__Exercise materials__
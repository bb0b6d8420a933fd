import { route, readJson } from "@/lib/http/respond";
import { requireMember } from "@/lib/auth/guards";
import { createAreaZone, getAreaZonesByProduction } from "@/lib/data/area-zones";
import { createAreaZoneSchema } from "@/lib/validation/plot";

type Ctx = { params: Promise<{ productionId: string }> };

export const GET = route(async (_req, { params }: Ctx) => {
  const { productionId } = await requireMember((await params).productionId);
  return { areaZones: await getAreaZonesByProduction({ productionId }) };
});

export const POST = route(async (req, { params }: Ctx) => {
  const { productionId, user } = await requireMember((await params).productionId, "plot.edit");
  const input = await readJson(req, createAreaZoneSchema);
  return Response.json({ areaZone: await createAreaZone({ productionId, userId: user.id, input }) }, { status: 201 });
});
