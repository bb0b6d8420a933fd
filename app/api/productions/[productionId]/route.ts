import { route, readJson } from "@/lib/http/respond";
import { requireMember } from "@/lib/auth/guards";
import { getProductionOverview, requireProduction, updateProductionSettings } from "@/lib/data/productions";
import { getTeamByProduction } from "@/lib/data/memberships";
import { updateProductionSchema } from "@/lib/validation/production";

type Ctx = { params: Promise<{ productionId: string }> };

export const GET = route(async (_req, { params }: Ctx) => {
  const { productionId, member } = await requireMember((await params).productionId);
  const [production, overview, team] = await Promise.all([
    requireProduction(productionId),
    getProductionOverview({ productionId }),
    getTeamByProduction({ productionId }),
  ]);
  return { production, overview, team, you: member };
});

export const PATCH = route(async (req, { params }: Ctx) => {
  const { productionId, user } = await requireMember((await params).productionId, "settings.edit");
  const { version, ...changes } = await readJson(req, updateProductionSchema);
  return { production: await updateProductionSettings({ productionId, version, changes, userId: user.id }) };
});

__Work to be completed__
Write out exactly the final stretch of the records: the line containing "filename app/api/productions/[productionId]/route.ts" and every line after it, through the last, and nothing else.

__Result of this exercise__
filename app/api/productions/[productionId]/route.ts
import { route, readJson } from "@/lib/http/respond";
import { requireMember } from "@/lib/auth/guards";
import { getProductionOverview, requireProduction, updateProductionSettings } from "@/lib/data/productions";
import { getTeamByProduction } from "@/lib/data/memberships";
import { updateProductionSchema } from "@/lib/validation/production";

type Ctx = { params: Promise<{ productionId: string }> };

export const GET = route(async (_req, { params }: Ctx) => {
  const { productionId, member } = await requireMember((await params).productionId);
  const [production, overview, team] = await Promise.all([
    requireProduction(productionId),
    getProductionOverview({ productionId }),
    getTeamByProduction({ productionId }),
  ]);
  return { production, overview, team, you: member };
});

export const PATCH = route(async (req, { params }: Ctx) => {
  const { productionId, user } = await requireMember((await params).productionId, "settings.edit");
  const { version, ...changes } = await readJson(req, updateProductionSchema);
  return { production: await updateProductionSettings({ productionId, version, changes, userId: user.id }) };
});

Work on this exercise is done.